Indeed, we may have sparked a new international arms race as countries move ahead to develop WMD as a last ditch attempt to ward off a possible preemptive strike from a newly belligerent U.S. bully which claims the right to hit where and when it wants. In fact, there is little to constrain this President. This Congress, in what will go down in history as its most unfortunate and spineless and thoughtless act, gave away its power to declare war for the foreseeable future and empowered this President to wage war at will, and not only this President, but also future Presidents.
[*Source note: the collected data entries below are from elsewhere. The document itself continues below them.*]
def _bin_labels(edges: list[float]) -> list[str]:
    for digits in (6, 17):
        text = [format(e, f".{digits}g") for e in edges]
        if len(set(text)) == len(text):
            break
    bounds = ["-inf"] + text + ["inf"]
    return [f"{'(' if i == 0 else '['}{bounds[i]}, {bounds[i + 1]})" for i in range(len(bounds) - 1)]


def _learn_categorical(spec: dict, values: pd.Series, ids: pd.Series) -> tuple[dict, list[str]]:
    name, problems = spec["name"], []
    text, missing = _as_text(values)
    if missing.any() and spec["missing"] == "reject":
        problems.append(_missing_message(name, missing, ids))
    text[missing] = MISSING_LEVEL
    labels, counts = np.unique(text.astype(str), return_counts=True)
    count_of = dict(zip(labels.tolist(), counts.tolist()))
    rare = [lv for lv in labels.tolist() if count_of[lv] < spec["min_count"]]
    kept = [lv for lv in labels.tolist() if lv not in rare]
    pooled_rows = sum(count_of[lv] for lv in rare)
    # The pool gets a level of its own only when it holds min_count training rows (or nothing
    # else is left); otherwise its rows join the reference level, so no level is thinner than
    # the stated minimum.
    own_level = bool(rare) and (pooled_rows >= spec["min_count"] or not kept)
    pool = pool_level_name(labels.tolist()) if own_level else None
    if pool is not None:
        count_of[pool] = pooled_rows
    reference, found = _reference_level(spec, kept + ([pool] if pool else []), rare, count_of, pool=pool)
    if pool is not None:
        kept.append(pool)
    record = {
        "name": name, "type": "categorical", "missing": spec["missing"], "min_count": spec["min_count"],
        "levels": kept, "reference": reference, "merged": rare,
        "level_counts": {lv: int(count_of[lv]) for lv in kept},
        "training_missing": int(missing.sum()),
    }
    if rare and reference is not None:
        record["pooled_level"] = pool or reference
        record["pooled_rows"] = int(pooled_rows)
        if pool is None:
            record["level_counts"][reference] += int(pooled_rows)
    return record, problems + found


def pool_level_name(levels: list[str]) -> str:
    """Name of the level that pools rare levels: ``"<other>"``, made unique against ``levels``.

    Angle brackets keep it apart from ordinary data labels; should the data hold that label
    too, a number is added (``"<other 2>"``, ...).

    Examples
    --------
    >>> pool_level_name(["a", "other"]), pool_level_name(["<other>", "b"])
    ('<other>', '<other 2>')
    """
    taken, name, k = set(levels), OTHER_LEVEL, 1
    while name in taken:
        k += 1
        name = f"<other {k}>"
    return name


def pooled_level(record: dict) -> str | None:
    """The level rare training levels were mapped to (None when nothing was pooled).

    Recipes written before ``pooled_level`` was recorded pooled into ``"other"``.
    """
    if not record.get("merged"):
        return None
    return record.get("pooled_level", LEGACY_OTHER_LEVEL)


def _reference_level(spec: dict, kept: list, rare: list, count_of: dict, *, pool: str | None) -> tuple[str | None, list[str]]:
    name, wanted = spec["name"], spec["reference"]
    if wanted is not None:
        wanted = str(wanted)
        if wanted in kept and wanted != pool:
            return wanted, []
        if wanted in rare:
            return None, [
                f"feature {name!r}: reference level {wanted!r} has {count_of[wanted]} training rows, fewer than "
                f"min_count {spec['min_count']}, and was pooled with the other rare levels"
            ]
        shown = ", ".join(map(repr, [lv for lv in kept if lv != pool][:10]))
        return None, [f"feature {name!r}: reference level {wanted!r} is not present in the training rows (levels: {shown})"]
    ordinary = [lv for lv in kept if lv not in (pool, MISSING_LEVEL)] or kept
    most = max(count_of[lv] for lv in ordinary)
    return next(lv for lv in ordinary if count_of[lv] == most), []


def _interaction_record(pair: list, records: list) -> dict:
    by_name = {r["name"]: r for r in records}
    first, second = (_value_columns(by_name[name]) for name in pair)
    return {"features": list(pair), "columns": [f"{a}:{b}" for a in first for b in second]}


def _duplicate_column_problems(records: list, inter_records: list) -> list[str]:
    names = [c for r in records for c in r["columns"]] + [c for r in inter_records for c in r["columns"]]
    repeated = sorted({c for c in names if names.count(c) > 1})
    return [f"design column name {c!r} would be produced twice; rename a feature" for c in repeated]


# Rows per piece when the produced columns are summarised while learning: memory stays at
# one piece of the design, whatever the number of training rows.
_STATS_CHUNK_ROWS = 131_072


def _column_stats(records: list, inter_records: list, df: pd.DataFrame, ids: pd.Series) -> dict:
    """Minimum, maximum, mean and population SD of every produced column over all rows.

    The columns are produced piece by piece and the pieces' means and sums of squared
    deviations are combined exactly (Chan et al.'s pairwise update), so the whole design is
    never held here. If any piece has a problem, the whole frame is produced once more so the
    error lists every problem with its counts and examples.
    """
    stats = {}
    for start in range(0, max(len(df), 1), _STATS_CHUNK_ROWS):
        piece = df.iloc[start:start + _STATS_CHUNK_ROWS]
        values, _, problems = _produce(records, inter_records, piece, ids.iloc[start:start + _STATS_CHUNK_ROWS])
        if problems:
            problems = _produce(records, inter_records, df, ids)[2]
            _raise_if(problems, "the feature recipe cannot be learned from these training rows:")
        for column, v in values.items():
            v = np.asarray(v, dtype=np.float64)
            if v.size == 0:
                continue
            n, mean = v.size, float(np.mean(v))
            m2 = float(np.sum((v - mean) ** 2))
            low, high, first = float(v.min()), float(v.max()), float(v[0])
            if column not in stats:
                stats[column] = {"n": n, "mean": mean, "m2": m2, "min": low, "max": high, "first": first}
                continue
            old = stats[column]
            total = old["n"] + n
            delta = mean - old["mean"]
            old["m2"] += m2 + delta * delta * old["n"] * n / total
            old["mean"] += delta * n / total
            old["n"], old["min"], old["max"] = total, min(old["min"], low), max(old["max"], high)
    return stats


def _assemble(records: list, inter_records: list, stats: dict, target: str, n_rows: int) -> dict:
    produced = [c for r in records for c in r["columns"]] + [c for r in inter_records for c in r["columns"]]
    dropped = _constant_columns(produced, stats)
    dropped += _interactions_of_dropped(records, inter_records, {d["column"] for d in dropped})
    gone = {d["column"] for d in dropped}
    dropped += _single_level_notes(records)
    columns = [c for c in produced if c not in gone]
    return {
        "format": FORMAT,
        "target": target,
        "n_training_rows": int(n_rows),
        "features": records,
        "interactions": inter_records,
        "columns": columns,
        "dropped": dropped,
        "means": {c: stats[c]["mean"] for c in columns},
        "sds": {c: float(np.sqrt(stats[c]["m2"] / stats[c]["n"])) for c in columns},
        "standardisation": "mean and population SD (ddof=0) of each design column over the training rows",
    }


def _constant_columns(produced: list, stats: dict) -> list[dict]:
    dropped = []
    for column in produced:
        if stats[column]["max"] == stats[column]["min"]:
            dropped.append({"column": column,
                            "reason": f"constant on the training rows (every value {stats[column]['first']:g})"})
    return dropped


def _single_level_notes(records: list) -> list[dict]:
    notes = []
    for r in records:
        if r["type"] == "categorical" and len(r["levels"]) < 2:
            notes.append({"feature": r["name"], "reason": f"categorical with the single training level {r['levels'][0]!r}: no design column"})
    return notes


def _interactions_of_dropped(records: list, inter_records: list, gone: set) -> list[dict]:
    dropped = []
    for record in inter_records:
        first, second = (_value_columns(_record_named(records, name)) for name in record["features"])
        for a in first:
            for b in second:
                component = a if a in gone else b if b in gone else None
                if component is not None and f"{a}:{b}" not in gone:
                    dropped.append({"column": f"{a}:{b}", "reason": f"built from the dropped column {component!r}"})
    return dropped


# ---------------------------------------------------------------------------- column names


def _value_columns(record: dict) -> list[str]:
    name = record["name"]
    if record["type"] == "categorical":
        return [f"{name}={lv}" for lv in record["levels"] if lv != record["reference"]]
    transform, parameters = record["transform"], record["parameters"]
    if transform in ("log", "log1p"):
        return [f"{transform}({name})"]
    if transform == "spline":
        return [name] + [f"{name}_rcs{j}" for j in range(1, len(parameters["knots"]) - 1)]
    if transform == "bins":
        return [f"{name}={label}" for label in parameters["labels"][1:]]
    return [name]


def _feature_columns(record: dict) -> list[str]:
    columns = _value_columns(record)
    if record["type"] == "numeric" and record["missing"] == "indicator":
        columns.append(f"{record['name']}={MISSING_LEVEL}")
    return columns


# ---------------------------------------------------------------------------- production


def _produce(records: list, inter_records: list, df: pd.DataFrame, ids: pd.Series):
    """Compute every produced (pre-drop) column; return (values, flags, problems)."""
    values, flags, problems = {}, {}, []
    for record in records:
        produce = _produce_numeric if record["type"] == "numeric" else _produce_categorical
        columns, feature_flags, found = produce(record, df[record["name"]], ids)
        values.update(columns)
        flags.update(feature_flags)
        problems += found
    if problems:
        return values, flags, problems
    for record in inter_records:
        first, second = (_value_columns(_record_named(records, name)) for name in record["features"])
        for a in first:
            for b in second:
                values[f"{a}:{b}"] = values[a] * values[b]
    return values, flags, problems


def _record_named(records: list, name: str) -> dict:
    return next(r for r in records if r["name"] == name)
The amendment that I offered to sunset this nefarious handover of power was rejected by the Senate and garnered only 31 votes. I was amazed, and I am still amazed, that this Senate would reject an amendment to sunset a thoughtless, nefarious, spineless act on the part of this same Senate to hand over this power to declare war to this President. I cannot believe that the Senate did that. Even now, I cannot believe it. It is abhorrent that the Senate would have rejected the sunset provision. So, as it is, there is no sunset. That power goes on after this President. The next President will have the same power, unless Congress steps in and changes the law. Of course, a President can veto a change in the law and that veto, as students of the Constitution will know, will require a two-thirds vote to override. It is hard to believe that grown, sensible men and women would reject that sunset provision--to say nothing of having voted to shift this power over to any President, whether he is a Democrat or Republican.
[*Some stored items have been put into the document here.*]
def _joint_cells(batch: dict, is_event, flagged, events, non_events):
    """The cells of one batch: each row's joint group (a combination of its groups that
    occurs) × flagged × event, split into the events' and the non-events' cells; the number
    of cells; and, per attribute, the group of each joint group."""
    joint = np.zeros(is_event.shape[0], dtype=np.int64)
    for group, n_groups in batch.values():
        joint = joint * n_groups + group
    joint, _ = pd.factorize(joint)  # numbered in order of first appearance
    first_row = np.unique(joint, return_index=True)[1]
    member = {name: group[first_row] for name, (group, _) in batch.items()}
    cells = joint * 4 + flagged.astype(np.int64) * 2 + is_event.astype(np.int64)
    return cells[events], cells[non_events], first_row.size * 4, member


def add_intervals(rows: list[dict], y, p, groups, *, cutoff, bootstrap: dict | None, level: float = 0.95) -> list[dict]:
    """Rows of :func:`add_decisions` with an ``intervals`` record for each group assessed.

    Flag rate, favourable rate, TPR and FPR get a Wilson score interval; the adverse-impact
    ratio and the TPR/FPR gaps against the most favoured group (held fixed at the observed
    one) a bootstrap interval when ``bootstrap`` (``replicates``, ``seed``, ``method`` of
    the evaluation's bootstrap) is given. The rows are not modified; new ones are returned.
    """
    return add_intervals_of_attributes({"": (rows, groups)}, y, p, cutoff=cutoff, bootstrap=bootstrap, level=level)[""]


def add_intervals_of_attributes(attributes: dict, y, p, *, cutoff, bootstrap: dict | None,
                                level: float = 0.95, workers: int = 1) -> dict:
    """:func:`add_intervals` of several attributes (name → ``(rows, groups)``), drawing the
    bootstrap replicates once for all of them (:func:`comparison_replicates`); returns name → rows."""
    y, p = metrics.outcomes_and_probabilities(y, p)
    flagged = np.zeros(p.shape, dtype=bool) if cutoff is None else p >= cutoff
    plans = {}
    for name, (rows, groups) in attributes.items():
        labels = np.asarray(pd.Series(groups).astype(str))
        assessed = [r["group"] for r in rows if not r["too_small"]]
        reference = next((r["reference_group"] for r in rows if r.get("reference_group") is not None), None)
        plans[name] = (labels, assessed, reference)
    compared = {name: plan for name, plan in plans.items() if plan[2] is not None}
    replicated = {}
    if bootstrap and compared:
        replicated = comparison_replicates(y, flagged, compared, replicates=bootstrap["replicates"],
                                           seed=bootstrap["seed"], workers=workers)
    return {name: _rows_with_intervals(rows, y, flagged, plans[name][0], replicated.get(name),
                                       bootstrap=bootstrap, level=level)
            for name, (rows, _) in attributes.items()}


def _rows_with_intervals(rows, y, flagged, labels, replicated, *, bootstrap, level) -> list[dict]:
    out = []
    for row in rows:
        row = dict(row)
        if not row["too_small"]:
            inside = labels == row["group"]
            counts = _group_counts(np.array([inside.sum(), (inside & flagged).sum(), y[inside].sum(),
                                             (inside & flagged & (y == 1)).sum()], dtype=np.int64))
            row["intervals"] = {key: metrics.wilson_interval(int(counts[num]), int(counts[den]), level=level)
                                for key, num, den in _WILSON_RATES}
            for key in BOOTSTRAP_COMPARISONS:
                row["intervals"][key] = None if replicated is None else metrics.bootstrap_interval(
                    replicated[row["group"]][key], estimate=row[key], level=level, method=bootstrap["method"]) | {
                    "method": bootstrap["method"], "level": level}
        out.append(row)
    return out
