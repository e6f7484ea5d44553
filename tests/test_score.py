"""Scoring with a frozen model: exact probabilities, reason codes checked by hand, CSV
neutralisation, bad batches and bad results folders refused with nothing written."""

from __future__ import annotations

import copy
import csv
import io
import json
import shutil
from pathlib import Path

import numpy as np
import pandas as pd
import pytest

from oddsmith import artifacts
from oddsmith.data.recipe import learn_recipe
from oddsmith.errors import ArtifactError, ConfigError, ContractError, ManifestError
from oddsmith.io import read_parquet
from oddsmith.stages.score import run_score
from oddsmith.stages.score_commands import OUTPUTS, load_results_folder, score_folder
from oddsmith.use.score import (ScoringModel, check_batch, contributions, csv_bytes, design_matrix, feature_weights,
                            load_artifacts, neutralise_text, reason_reference, score_frame,
                            top_reasons)

from conftest import ROOT, run_snakemake

RUN = "lease_demo"
BATCH = ROOT / "data_demo" / "lease_applications_2026q1.csv"

# ---------------------------------------------------------------------------- a toy model by hand

# Training rows: (a, b) cycles through four pairs, so the training means are a = 1, b = 2 and
# a*b = (0 + 6 + 0 + 2) / 4 = 2. Levels "v" and "z" (4 rows each) are rarer than min_count 5
# and pool into "<other>" (8 rows); "w" is allowed by the contract but never seen in training.
PAIRS = [(0.0, 1.0), (2.0, 3.0), (0.0, 3.0), (2.0, 1.0)]
COEFFICIENTS = {"a": 0.8, "b": -0.5, "c=<other>": 0.4, "c=y": 1.2, "a:b": 0.3}
INTERCEPT = -1.0
TOY_CONTRACT = {
    "format": "oddsmith-contract/1",
    "columns": {
        "id": {"type": "string", "unique": True},
        "a": {"type": "float", "min": 0, "max": 10},
        "b": {"type": "float", "min": 0, "max": 10},
        "c": {"type": "category", "levels": ["v", "w", "x", "y", "z"], "nullable": True},
        "note": {"type": "string", "nullable": True, "required": False},
        "y": {"type": "category", "levels": ["0", "1"]},
    },
}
As if that were not bad enough, members of Congress are reluctant to ask questions which are begging to be asked. How long will we occupy Iraq? We have already heard disputes on the numbers of troops that will be needed to retain order. What is the truth? How costly will the occupation and the reconstruction be? No one has given a straight answer. How will we afford this long-term, massive commitment, fight terrorism at home, address the serious crisis in domestic health care, afford behemoth military spending, and give away billions in tax cuts amidst a deficit which has climbed to over $340 billion for this year alone? If the President's tax cut passes, it will be $400 billion. We cower in the shadows while false statements proliferate. We accept soft answers and shaky explanations because to demand the truth is hard, or unpopular, or may be politically costly.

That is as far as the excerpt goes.